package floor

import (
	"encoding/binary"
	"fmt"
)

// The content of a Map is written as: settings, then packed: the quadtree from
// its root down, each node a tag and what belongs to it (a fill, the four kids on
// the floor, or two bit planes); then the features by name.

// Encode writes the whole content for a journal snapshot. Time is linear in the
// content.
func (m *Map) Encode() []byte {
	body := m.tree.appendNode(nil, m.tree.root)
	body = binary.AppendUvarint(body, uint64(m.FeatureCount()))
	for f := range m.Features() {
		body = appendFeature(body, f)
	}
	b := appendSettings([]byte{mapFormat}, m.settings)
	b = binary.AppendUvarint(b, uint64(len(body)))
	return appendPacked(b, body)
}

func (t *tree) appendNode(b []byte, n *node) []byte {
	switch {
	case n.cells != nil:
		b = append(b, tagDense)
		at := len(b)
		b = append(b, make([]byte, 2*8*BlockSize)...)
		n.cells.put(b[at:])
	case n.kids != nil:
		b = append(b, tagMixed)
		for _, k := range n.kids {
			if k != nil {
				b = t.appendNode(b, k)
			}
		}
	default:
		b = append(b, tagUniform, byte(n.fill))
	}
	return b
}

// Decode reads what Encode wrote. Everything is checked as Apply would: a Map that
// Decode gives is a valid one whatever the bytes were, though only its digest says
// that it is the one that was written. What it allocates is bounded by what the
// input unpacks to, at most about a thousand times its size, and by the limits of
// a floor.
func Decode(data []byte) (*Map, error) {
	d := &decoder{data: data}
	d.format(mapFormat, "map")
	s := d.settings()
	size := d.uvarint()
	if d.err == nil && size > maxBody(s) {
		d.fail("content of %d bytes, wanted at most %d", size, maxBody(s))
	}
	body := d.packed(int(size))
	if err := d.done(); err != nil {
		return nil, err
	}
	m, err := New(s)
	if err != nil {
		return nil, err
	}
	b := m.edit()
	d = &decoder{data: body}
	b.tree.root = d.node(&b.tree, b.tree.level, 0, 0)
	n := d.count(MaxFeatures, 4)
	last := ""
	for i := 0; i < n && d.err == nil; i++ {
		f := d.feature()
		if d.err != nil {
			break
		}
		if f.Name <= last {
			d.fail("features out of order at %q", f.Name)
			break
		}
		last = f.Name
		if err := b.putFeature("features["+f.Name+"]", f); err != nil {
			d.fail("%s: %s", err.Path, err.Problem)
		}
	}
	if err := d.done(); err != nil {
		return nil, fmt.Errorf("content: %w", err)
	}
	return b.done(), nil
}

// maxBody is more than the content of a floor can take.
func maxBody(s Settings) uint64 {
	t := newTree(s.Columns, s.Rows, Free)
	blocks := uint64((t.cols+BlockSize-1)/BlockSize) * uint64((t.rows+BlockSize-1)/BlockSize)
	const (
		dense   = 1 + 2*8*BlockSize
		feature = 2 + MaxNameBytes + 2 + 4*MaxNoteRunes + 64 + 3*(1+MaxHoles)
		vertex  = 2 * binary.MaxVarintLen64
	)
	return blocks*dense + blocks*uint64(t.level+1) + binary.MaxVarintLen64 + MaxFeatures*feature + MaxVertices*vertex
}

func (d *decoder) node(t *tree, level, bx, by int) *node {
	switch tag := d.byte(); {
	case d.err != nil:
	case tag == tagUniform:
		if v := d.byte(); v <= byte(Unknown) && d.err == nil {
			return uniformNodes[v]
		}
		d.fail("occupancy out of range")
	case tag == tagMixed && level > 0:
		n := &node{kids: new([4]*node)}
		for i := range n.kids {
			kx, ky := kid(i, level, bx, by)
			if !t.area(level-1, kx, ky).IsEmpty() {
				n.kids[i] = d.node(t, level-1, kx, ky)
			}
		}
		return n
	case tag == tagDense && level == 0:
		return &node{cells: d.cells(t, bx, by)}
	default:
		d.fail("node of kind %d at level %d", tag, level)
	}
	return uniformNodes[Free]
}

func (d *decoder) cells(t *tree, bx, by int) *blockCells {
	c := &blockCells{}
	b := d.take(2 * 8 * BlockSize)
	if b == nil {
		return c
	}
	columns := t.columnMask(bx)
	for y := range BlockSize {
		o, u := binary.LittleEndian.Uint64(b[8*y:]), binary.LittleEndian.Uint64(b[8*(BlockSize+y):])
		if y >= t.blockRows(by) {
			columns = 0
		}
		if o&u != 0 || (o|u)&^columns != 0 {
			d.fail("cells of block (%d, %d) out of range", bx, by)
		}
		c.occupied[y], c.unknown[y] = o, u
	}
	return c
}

##############################

What to produce :: Output a faithful copy of every entry, keeping each line as written.

Answer to this exercise ::
package floor

import (
	"encoding/binary"
	"fmt"
)

// The content of a Map is written as: settings, then packed: the quadtree from
// its root down, each node a tag and what belongs to it (a fill, the four kids on
// the floor, or two bit planes); then the features by name.

// Encode writes the whole content for a journal snapshot. Time is linear in the
// content.
func (m *Map) Encode() []byte {
	body := m.tree.appendNode(nil, m.tree.root)
	body = binary.AppendUvarint(body, uint64(m.FeatureCount()))
	for f := range m.Features() {
		body = appendFeature(body, f)
	}
	b := appendSettings([]byte{mapFormat}, m.settings)
	b = binary.AppendUvarint(b, uint64(len(body)))
	return appendPacked(b, body)
}

func (t *tree) appendNode(b []byte, n *node) []byte {
	switch {
	case n.cells != nil:
		b = append(b, tagDense)
		at := len(b)
		b = append(b, make([]byte, 2*8*BlockSize)...)
		n.cells.put(b[at:])
	case n.kids != nil:
		b = append(b, tagMixed)
		for _, k := range n.kids {
			if k != nil {
				b = t.appendNode(b, k)
			}
		}
	default:
		b = append(b, tagUniform, byte(n.fill))
	}
	return b
}

// Decode reads what Encode wrote. Everything is checked as Apply would: a Map that
// Decode gives is a valid one whatever the bytes were, though only its digest says
// that it is the one that was written. What it allocates is bounded by what the
// input unpacks to, at most about a thousand times its size, and by the limits of
// a floor.
func Decode(data []byte) (*Map, error) {
	d := &decoder{data: data}
	d.format(mapFormat, "map")
	s := d.settings()
	size := d.uvarint()
	if d.err == nil && size > maxBody(s) {
		d.fail("content of %d bytes, wanted at most %d", size, maxBody(s))
	}
	body := d.packed(int(size))
	if err := d.done(); err != nil {
		return nil, err
	}
	m, err := New(s)
	if err != nil {
		return nil, err
	}
	b := m.edit()
	d = &decoder{data: body}
	b.tree.root = d.node(&b.tree, b.tree.level, 0, 0)
	n := d.count(MaxFeatures, 4)
	last := ""
	for i := 0; i < n && d.err == nil; i++ {
		f := d.feature()
		if d.err != nil {
			break
		}
		if f.Name <= last {
			d.fail("features out of order at %q", f.Name)
			break
		}
		last = f.Name
		if err := b.putFeature("features["+f.Name+"]", f); err != nil {
			d.fail("%s: %s", err.Path, err.Problem)
		}
	}
	if err := d.done(); err != nil {
		return nil, fmt.Errorf("content: %w", err)
	}
	return b.done(), nil
}

// maxBody is more than the content of a floor can take.
func maxBody(s Settings) uint64 {
	t := newTree(s.Columns, s.Rows, Free)
	blocks := uint64((t.cols+BlockSize-1)/BlockSize) * uint64((t.rows+BlockSize-1)/BlockSize)
	const (
		dense   = 1 + 2*8*BlockSize
		feature = 2 + MaxNameBytes + 2 + 4*MaxNoteRunes + 64 + 3*(1+MaxHoles)
		vertex  = 2 * binary.MaxVarintLen64
	)
	return blocks*dense + blocks*uint64(t.level+1) + binary.MaxVarintLen64 + MaxFeatures*feature + MaxVertices*vertex
}

func (d *decoder) node(t *tree, level, bx, by int) *node {
	switch tag := d.byte(); {
	case d.err != nil:
	case tag == tagUniform:
		if v := d.byte(); v <= byte(Unknown) && d.err == nil {
			return uniformNodes[v]
		}
		d.fail("occupancy out of range")
	case tag == tagMixed && level > 0:
		n := &node{kids: new([4]*node)}
		for i := range n.kids {
			kx, ky := kid(i, level, bx, by)
			if !t.area(level-1, kx, ky).IsEmpty() {
				n.kids[i] = d.node(t, level-1, kx, ky)
			}
		}
		return n
	case tag == tagDense && level == 0:
		return &node{cells: d.cells(t, bx, by)}
	default:
		d.fail("node of kind %d at level %d", tag, level)
	}
	return uniformNodes[Free]
}

func (d *decoder) cells(t *tree, bx, by int) *blockCells {
	c := &blockCells{}
	b := d.take(2 * 8 * BlockSize)
	if b == nil {
		return c
	}
	columns := t.columnMask(bx)
	for y := range BlockSize {
		o, u := binary.LittleEndian.Uint64(b[8*y:]), binary.LittleEndian.Uint64(b[8*(BlockSize+y):])
		if y >= t.blockRows(by) {
			columns = 0
		}
		if o&u != 0 || (o|u)&^columns != 0 {
			d.fail("cells of block (%d, %d) out of range", bx, by)
		}
		c.occupied[y], c.unknown[y] = o, u
	}
	return c
}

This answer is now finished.